(The records Opens)
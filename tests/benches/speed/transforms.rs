//! The bare real transforms that the engine runs, and nothing else.

use std::error::Error;
use std::sync::Arc;

use plumbtone_analysis::TransformRuns;
use realfft::num_complex::Complex;
use realfft::{ComplexToReal, RealFftPlanner, RealToComplex};

/// Planned transforms with how often they run, and their buffers.
pub(crate) struct Bare {
    forward: Vec<(Arc<dyn RealToComplex<f32>>, u64)>,
    inverse: Vec<(Arc<dyn ComplexToReal<f32>>, u64)>,
    samples: Vec<f32>,
    bins: Vec<Complex<f32>>,
    scratch: Vec<Complex<f32>>,
}

impl Bare {
    /// Plans what the engine said it had run.
    pub(crate) fn new(told: impl Iterator<Item = TransformRuns>) -> Self {
        let mut planner = RealFftPlanner::new();
        let (mut forward, mut inverse) = (Vec::new(), Vec::new());
        let (mut longest, mut scratch) = (0, 0);
        for TransformRuns { length, inverse: back, runs } in told {
            longest = longest.max(length);
            if back {
                let plan = planner.plan_fft_inverse(length);
                scratch = scratch.max(plan.get_scratch_len());
                inverse.push((plan, runs));
            } else {
                let plan = planner.plan_fft_forward(length);
                scratch = scratch.max(plan.get_scratch_len());
                forward.push((plan, runs));
            }
        }
        Self {
            forward,
            inverse,
            samples: vec![0.0; longest],
            bins: vec![Complex::default(); longest / 2 + 1],
            scratch: vec![Complex::default(); scratch],
        }
    }

    /// Runs all of them.
    pub(crate) fn run(&mut self) -> Result<(), Box<dyn Error>> {
        for (plan, runs) in &self.forward {
            let len = plan.len();
            let (samples, bins) = (&mut self.samples[..len], &mut self.bins[..=len / 2]);
            let scratch = &mut self.scratch[..plan.get_scratch_len()];
            for _ in 0..*runs {
                plan.process_with_scratch(samples, bins, scratch)?;
            }
        }
        for (plan, runs) in &self.inverse {
            let len = plan.len();
            let (samples, bins) = (&mut self.samples[..len], &mut self.bins[..=len / 2]);
            let scratch = &mut self.scratch[..plan.get_scratch_len()];
            for _ in 0..*runs {
                // A power spectrum is real.
                bins.fill(Complex::new(1.0, 0.0));
                plan.process_with_scratch(bins, samples, scratch)?;
            }
        }
        std::hint::black_box(&self.samples);
        Ok(())
    }
}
(The records Closes)
**Exercise details:** Reproduce the records above exactly, starting with the line that contains "inverse.push((plan, runs));" and ending with the last line.

**Reply:**
                inverse.push((plan, runs));
            } else {
                let plan = planner.plan_fft_forward(length);
                scratch = scratch.max(plan.get_scratch_len());
                forward.push((plan, runs));
            }
        }
        Self {
            forward,
            inverse,
            samples: vec![0.0; longest],
            bins: vec![Complex::default(); longest / 2 + 1],
            scratch: vec![Complex::default(); scratch],
        }
    }

    /// Runs all of them.
    pub(crate) fn run(&mut self) -> Result<(), Box<dyn Error>> {
        for (plan, runs) in &self.forward {
            let len = plan.len();
            let (samples, bins) = (&mut self.samples[..len], &mut self.bins[..=len / 2]);
            let scratch = &mut self.scratch[..plan.get_scratch_len()];
            for _ in 0..*runs {
                plan.process_with_scratch(samples, bins, scratch)?;
            }
        }
        for (plan, runs) in &self.inverse {
            let len = plan.len();
            let (samples, bins) = (&mut self.samples[..len], &mut self.bins[..=len / 2]);
            let scratch = &mut self.scratch[..plan.get_scratch_len()];
            for _ in 0..*runs {
                // A power spectrum is real.
                bins.fill(Complex::new(1.0, 0.0));
                plan.process_with_scratch(bins, samples, scratch)?;
            }
        }
        std::hint::black_box(&self.samples);
        Ok(())
    }
}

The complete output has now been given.